Language to Rewards for Robotic Skill Synthesis (2023.6.14 Google DeepMind)
Website
https://language-to-reward.github.io/
Problem
reward shaping in robotics
Solution
utilize LLMs to define reward parameters, and bridge the gap between high-level language instructions or corrections to low-level robot actions
Reward translator + Motion controller
Reward translator:
User instructions + Motion template and rules → Motion description
Motion description + Reward Coder Prompt → Reward function
The transformation is done by LLM
Keypoints:
-
Step by step thinking:
Not directly generate codes but firstly generate description and then generate codes
-
Template:
Directly generating codes is difficult for LLM. But it is much more easier to complete a template
Contributions
Firstly apply the LLM to reward shaping in for robotic skill synthesis
Weaknesses
- Still much work(template design) need to be done by human.
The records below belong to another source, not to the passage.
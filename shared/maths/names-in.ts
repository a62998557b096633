/** The names of all letters in some part of a reading, bound ones too; quick, for the reader's own questions. */
export const namesIn = (part: unknown, into: Set<string> = new Set()): Set<string> => {
  if (!isRecord(part)) return into;
  if (part['kind'] === 'letter') into.add(String(part['name']));
  for (const key in part) if (key !== 'span' && key !== 'bracketed') namesIn(part[key], into);
  return into;
};

const isRecord = (value: unknown): value is Readonly<Record<string, unknown>> =>
  typeof value === 'object' && value !== null;
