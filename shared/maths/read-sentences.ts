import type { Line } from './expression.ts';
import { readName } from './read-arguments.ts';
import {
  ahead,
  choose,
  expect,
  fail,
  functions,
  index,
  is,
  lastEnd,
  next,
  peek,
  span,
  sum,
  take,
  takeAll,
  token,
} from './reader.ts';
import { tokens } from './tokens.ts';

const NONE = /^(there (is|are) )?(has )?no (real |valid )?(solutions?|roots?)( exists?)?$|^never true$|^(no|never)$/i;
const ALWAYS =
  /^(?:(?:true )?(?:for )?(?:all|any|every)(?: real| values of| numbers?)*(?: ([a-z]))?|(?:is )?always true)$/i;

/** "no solution", "all real x" and definitions, in a `\text` or as plain words; null where none begins here. */
export const readSentence = (): Line | null => {
  if (!is('T∀')) return null;
  const { text, start } = next();
  const always = ALWAYS.exec(text);
  if (always) return readAlways(start, always[1]);
  if (NONE.test(text)) return { kind: 'none', span: span(start) };
  if (!/^(?:let|put|set|define|where)$/i.test(text)) fail('text', { start, end: lastEnd });
  return readLet(start);
};

/** The letter of "all real x", where one is written. */
const readAlways = (start: number, named?: string): Line => {
  const letter = named ?? (is('a') ? readName() : null);
  if (!named) takeAll(/∈R/y);
  return { kind: 'always', letter, span: span(start) };
};

const readLet = (start: number): Line => {
  const isFunction = peek(1).kind === '(';
  const name = readName();
  const params: string[] = [];
  if (isFunction) {
    next();
    do params.push(readName());
    while (take(','));
    expect(')');
  }
  expect('=d', 'relation');
  return { kind: 'definition', name, params, value: sum(), span: span(start) };
};

/** The name that `f(x) = ..` introduces; null where the line is an ordinary statement. */
export const startsDefinition = (): string | null => {
  const { text } = token;
  const { length } = ahead(/a\(a(?:,a)*\)=/y);
  const param = peek(2).text;
  if (!length || param === text || functions.includes(text)) return null;
  if (/^(?:[fghFGH]|\\phi|\\psi)$/.test(text)) return text;
  if (!/^[xt]$/.test(param) || /^[abckmnxt]$/.test(text)) return null;
  const isUsed = tokens.slice(index + length).some((other) => other.kind === 'a' && other.text === param);
  return isUsed && !choose('definition') ? text : null;
};
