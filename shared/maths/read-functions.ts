import type { Expr, FunctionName } from './expression.ts';
import { namesIn } from './names-in.ts';
import { readArgument, readExponent, readScripts } from './read-arguments.ts';
import { readItems } from './read-atoms.ts';
import { addFactor, productOf, startRun } from './read-expression.ts';
import { isMinusOne, readPowerSign } from './read-power.ts';
import { numberOf, outer, type Reader } from './reader.ts';

const CIRCULAR = /^(?:sin|cos|tan|cot|sec|csc)$/;
const HYPERBOLIC = /^(?:sin|cos|tan)h$/;

/** A named function with its power and its argument, bracketed or not. */
export function readFunction(reader: Reader): Expr {
  const token = reader.next();
  const { start } = token;
  let name = token.text;
  let power = reader.is('^²') ? readPowerSign(reader) : null;
  if (power && isMinusOne(power)) {
    if (!CIRCULAR.test(name) && !HYPERBOLIC.test(name)) reader.fail('missing-bracket (', token);
    reader.flags.add('inverse-function');
    name = (CIRCULAR.test(name) ? 'arc' : 'ar') + name;
    power = null;
  }
  const args = /^(?:gcd|lcm|min|max)$/.test(name) ? readSeveral(reader) : [readFunctionArgument(reader)];
  return raised(reader, { kind: 'call', name: name as FunctionName, args, span: reader.span(start) }, power);
}

function raised(reader: Reader, base: Expr, exponent: Expr | null): Expr {
  return exponent ? { kind: 'power', base, exponent, span: reader.span(base.span.start) } : base;
}

export function readLog(reader: Reader): Expr {
  const token = reader.next();
  const { start, text } = token;
  const [below, power] = readScripts(reader, readArgument, readExponent);
  const base = text === 'lb' ? numberOf(token, 2n) : below;
  if (base !== below && below) reader.fail('extra-bracket', below.span);
  if (power && isMinusOne(power)) reader.fail('missing-bracket (', token);
  if (!base && text === 'log') reader.flags.add('log-base');
  const argument = readFunctionArgument(reader);
  return raised(reader, { kind: 'log', base, argument, span: reader.span(start) }, power);
}

function readSeveral(reader: Reader): Expr[] {
  if (!reader.is('(⦃')) reader.fail('missing-argument (');
  return readItems(reader, reader.next().kind === '(' ? ')' : '⦄', 'missing-bracket )');
}

/** The argument of a function: what its brackets hold, or what stands directly beside it. */
function readFunctionArgument(reader: Reader): Expr {
  const { kind } = reader.token;
  if (kind === '(' || (kind === '[' && reader.startsFactor())) return reader.grammar.atoms[kind]!(reader);
  return reader.ahead(/\{[^}]/y) ? readGroupArgument(reader) : reader.deeper(readBeside);
}

/** `\sin{2x}`: the group counts as written, so it may hold no bare sum. */
function readGroupArgument(reader: Reader): Expr {
  const { start } = reader.token;
  const expr = readArgument(reader);
  if (expr.kind === 'sum' && expr.terms.length > 1 && !expr.bracketed) {
    reader.fail('missing-bracket (', { start, end: reader.lastEnd });
  }
  return expr;
}

function readBeside(reader: Reader): Expr {
  const { start, kind } = reader.token;
  if (reader.take('-')) {
    const expr = readBeside(reader);
    const span = reader.span(start);
    return { kind: 'sum', terms: [{ sign: 'minus', expr, span }], span };
  }
  if (!reader.startsFactor()) reader.fail(reader.is('T') ? 'text' : 'missing-argument number letter (');
  const run = startRun(start);
  const { factors } = run;
  factors.push(reader.grammar.power(reader));
  const isFunction = FUNCTIONS.includes(kind);
  while (!isFunction && reader.startsFactor() && !reader.token.gap && !(reader.context.dx && reader.atDifferential())) {
    if (!joinsArgument(reader, factors)) break;
    addFactor(reader, run, reader.grammar.power(reader));
  }
  const argument = productOf(reader, run);
  if (factors.length > 1 && factors.some((factor) => factor.kind !== 'number' && !isSymbol(factor))) {
    reader.flags.add('function-argument');
  }
  return reader.is('/') ? readSlashed(reader, argument) : argument;
}

const FUNCTIONS = 'fl';

/** Does the next factor still belong to the argument? Letters and numbers do; for a bracket the author is asked. */
function joinsArgument(reader: Reader, factors: readonly Expr[]): boolean {
  const { kind, text } = reader.token;
  if ('fl∫∑∏L'.includes(kind)) return false;
  const hasLetter = factors.some(holdsLetter);
  const isExponential = text === 'e' && reader.peek(1).kind === '^';
  if ('a0e'.includes(kind) && !isExponential) {
    const isBlock = factors.some((factor) => holdsLetter(factor) && !isSymbol(factor));
    return !isBlock || reader.choose('argument');
  }
  return '(['.includes(kind) || isExponential || hasLetter ? reader.choose('argument') === hasLetter : true;
}

/** A letter or constant, or a power of one. */
function isSymbol(expr: Expr): boolean {
  if (expr.bracketed) return false;
  return expr.kind === 'letter' || expr.kind === 'constant' || (expr.kind === 'power' && isSymbol(expr.base));
}

function holdsLetter(expr: Expr): boolean {
  return namesIn(expr).size > 0;
}

/** `\sin x/2` is half the sine of x; the other way to read it is asked about. */
function readSlashed(reader: Reader, numerator: Expr): Expr {
  reader.flags.add('function-argument');
  if (!reader.choose('argument-slash')) return numerator;
  reader.next();
  const denominator = reader.grammar.power(reader);
  const span = reader.span(outer(numerator).start);
  return { kind: 'quotient', numerator, denominator, written: 'slash', span };
}
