import type { Expr } from '../../../shared/maths/expression.ts';
import { lettersOf } from '../../../shared/maths/letters.ts';
import { mapExpr } from '../../../shared/maths/walk.ts';
import { compareExpressions } from '../compare/compare-expressions.ts';
import type { CheckContext } from '../context.ts';
import * as Q from '../numbers/rational.ts';
import type { Assignment } from '../solving/fraction.ts';
import { isEmptySet } from '../solving/real-set.ts';
import { Unsettled } from '../solving/unsettled.ts';
import { solveStatement } from '../statements/solve.ts';
import type { CompareStatement, Statement } from '../statements/statement.ts';
import { fails, holds, undecided, type StepResult } from '../rules/step-result.ts';
import { divExprs, isZeroExpr, letterOf, mulExprs, negateExpr, powExprs, subExprs, zeroExpr } from './build.ts';
import { differentiate } from './differentiate.ts';
import { isFree, linearIn } from './integrand.ts';
import { substitute } from './substitute.ts';

/** Curves in x and y, one for each value of a constant. */
interface Family {
  readonly equation: CompareStatement;
  readonly constant: string;
}

/** The slope of the curves, by x and y alone, or along a curve y = g(x) with its constant. */
type Slope =
  | { readonly kind: 'everywhere'; readonly slope: Expr; readonly constant: Expr; readonly isPositive: boolean }
  | { readonly kind: 'explicit'; readonly y: Expr; readonly slope: Expr };

export interface Axes {
  readonly x: string;
  readonly y: string;
}

/**
 * Whether two equations with one constant of integration each are the same curves: the slope at a point, once the constant
 * is eliminated, is the same, and at sample points no curve is lost. Null where the lines are no such families.
 */
export function judgeFamilies(
  above: Statement,
  below: Statement,
  axes: Axes,
  context: CheckContext,
): StepResult | null {
  const from = familyOf(above, context);
  const to = below.kind === 'any' ? below.parts.map((part) => familyOf(part, context)) : [familyOf(below, context)];
  if (!from || to.length === 0 || to.includes(null)) return null;
  const source = slopeOf(from, axes, context);
  if (!source) return null;
  let reached: 'proved' | 'sampled' = 'proved';
  for (const family of to as Family[]) {
    const target = slopeOf(family, axes, context);
    const found = target && compareSlopes(source, target, axes, context);
    if (!found || found.kind === 'undecided') return undecided('not-settled');
    if (found.kind === 'different') {
      const { atTex, above: a, below: b } = found.witness;
      const hasCurves = [source, target].every((slope) => isOnCurve(slope, found.witness.at, context));
      return hasCurves
        ? fails('proved', { witness: { at: { ...atTex }, above: a, below: b } })
        : undecided('not-settled');
    }
    if (found.kind !== 'equal') return undecided('not-settled');
    if (found.reached === 'sampled') reached = 'sampled';
  }
  return losesCurves(from, to as Family[], axes, context) ? undecided('not-settled') : holds(reached);
}

function familyOf(statement: Statement, context: CheckContext): Family | null {
  if (statement.kind !== 'compare' || statement.sign !== '=') return null;
  const letters = [...lettersOf(statement.left), ...lettersOf(statement.right)];
  const constants = [...new Set(letters)].filter((name) => context.calculus?.constants.has(name));
  const [constant] = constants;
  return constant !== undefined && constants.length === 1 ? { equation: statement, constant } : null;
}

function slopeOf({ equation, constant }: Family, { x, y }: Axes, context: CheckContext): Slope | null {
  const { left, right } = equation;
  const along = (expr: Expr, by: string): Expr => differentiate(expr, by, context, true);
  const factor = 'z_{2}';
  const whole = withFactor(subExprs(left, right), constant, factor);
  const isPositive = whole.isReplaced;
  const name = isPositive ? factor : constant;
  const linear = isFree(whole.expr, constant) || !isPositive ? linearIn(whole.expr, name) : null;
  if (linear) {
    const value = negateExpr(divExprs(linear.constant, linear.slope));
    const [fx, fy] = [along(whole.expr, x), along(whole.expr, y)].map((slope) => substitute(slope, name, value)) as [
      Expr,
      Expr,
    ];
    if (isZeroExpr(fy)) return null;
    return { kind: 'everywhere', slope: negateExpr(divExprs(fx, fy)), constant: value, isPositive };
  }
  if (left.kind !== 'letter' || left.name !== y || lettersOf(right).includes(y)) return null;
  return { kind: 'explicit', y: right, slope: along(right, x) };
}

/** e^(u+C) as e^u times a positive letter. */
function withFactor(expr: Expr, constant: string, factor: string): { expr: Expr; isReplaced: boolean } {
  let isReplaced = false;
  const replaced = mapExpr(expr, (node) => {
    const exponent = exponentOfE(node);
    const linear = exponent && linearIn(exponent, constant);
    if (!linear || lettersOf(linear.slope).length > 0) return node;
    isReplaced = true;
    const e: Expr = { kind: 'constant', name: 'e', span: node.span };
    const power = powExprs(letterOf(factor), linear.slope);
    return isZeroExpr(linear.constant) ? power : mulExprs(powExprs(e, linear.constant), power);
  });
  return { expr: replaced, isReplaced };
}

function exponentOfE(node: Expr): Expr | null {
  if (node.kind === 'call' && node.name === 'exp') return node.args[0] ?? null;
  return node.kind === 'power' && node.base.kind === 'constant' && node.base.name === 'e' ? node.exponent : null;
}

function compareSlopes(a: Slope, b: Slope, { y }: Axes, context: CheckContext) {
  if (a.kind === 'everywhere' && b.kind === 'everywhere') return compareExpressions(a.slope, b.slope, context);
  if (a.kind === 'everywhere' && b.kind === 'explicit')
    return compareExpressions(substitute(a.slope, y, b.y), b.slope, context);
  if (a.kind === 'explicit' && b.kind === 'everywhere')
    return compareExpressions(a.slope, substitute(b.slope, y, a.y), context);
  return null;
}

/** Whether a curve of the family goes through the point: its constant has to be one that can be. */
function isOnCurve(slope: Slope, at: ReadonlyMap<string, unknown>, context: CheckContext): boolean {
  if (slope.kind === 'explicit') return true;
  if (!slope.isPositive) return true;
  const given = assignmentOf(at);
  if (!given) return false;
  const statement: Statement = { kind: 'compare', left: letterOf('z_{3}'), sign: '=', right: slope.constant };
  const positive: Statement = { kind: 'compare', left: letterOf('z_{3}'), sign: '>', right: zeroExpr };
  return canBe({ kind: 'all', parts: [statement, positive] }, 'z_{3}', given, context) === true;
}

function assignmentOf(at: ReadonlyMap<string, unknown>): Assignment | null {
  const given = new Map<string, Q.Rational>();
  for (const [name, value] of at) {
    const known = value as { kind: string; value?: Q.Rational };
    if (known.kind !== 'rational' || !known.value) return null;
    given.set(name, known.value);
  }
  return given;
}

function canBe(statement: Statement, letter: string, given: Assignment, context: CheckContext): boolean | null {
  try {
    const env = { letter, given, context, window: null, hints: [], families: new Set<string>() };
    return !isEmptySet(solveStatement(statement, env));
  } catch (cause) {
    if (cause instanceof Unsettled) return null;
    throw cause;
  }
}

const points: readonly (readonly [Q.Rational, Q.Rational])[] = [
  [Q.rational(1), Q.rational(2)],
  [Q.rational(2), Q.rational(-1)],
  [Q.rational(-1), Q.rational(1, 2)],
  [Q.rational(-2), Q.rational(-3)],
];

/** Whether a point that a curve above goes through has no curve below. */
function losesCurves(from: Family, to: readonly Family[], { x, y }: Axes, context: CheckContext): boolean {
  for (const [px, py] of points) {
    const given = new Map(
      [from, ...to].flatMap(({ equation, constant }) =>
        [...lettersOf(equation.left), ...lettersOf(equation.right)]
          .filter((name) => name !== constant && !context.calculus?.constants.has(name))
          .map((name, k) => [name, Q.rational(k + 3, 2)] as const),
      ),
    );
    given.set(x, px).set(y, py);
    const before = canBe(from.equation, from.constant, given, context);
    if (before === false) continue;
    const after = to.map(({ equation, constant }) => canBe(equation, constant, given, context));
    if (!after.includes(true) && !isShutOut(y, py, context)) return true;
  }
  return false;
}

function isShutOut(name: string, value: Q.Rational, context: CheckContext): boolean {
  return context.assumptions.some((line) => {
    if (!lettersOf(line).includes(name)) return false;
    if (line.kind !== 'relation') return true;
    const statement: Statement = { kind: 'compare', left: line.left, sign: line.sign, right: line.right };
    return canBe(statement, 'z_{3}', new Map([[name, value]]), context) !== true;
  });
}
- Constraining the reward design space helps improve stability of the system while sacrifices some flexibility.
Experiments
Environment: MuJoCo MPC
Underlying LLM: GPT-4
2 robots: quadrupted robot(locomotion) and dexterous manipulator(manipulation)
Comparison and ablation experiment:
Reflection
- learn to tell a good story.
- If you have a novel idea, but it does not work well. Maybe you can try to take a step back (i.e. template in this paper) to let it work temporarily. Figure out how to let it work later.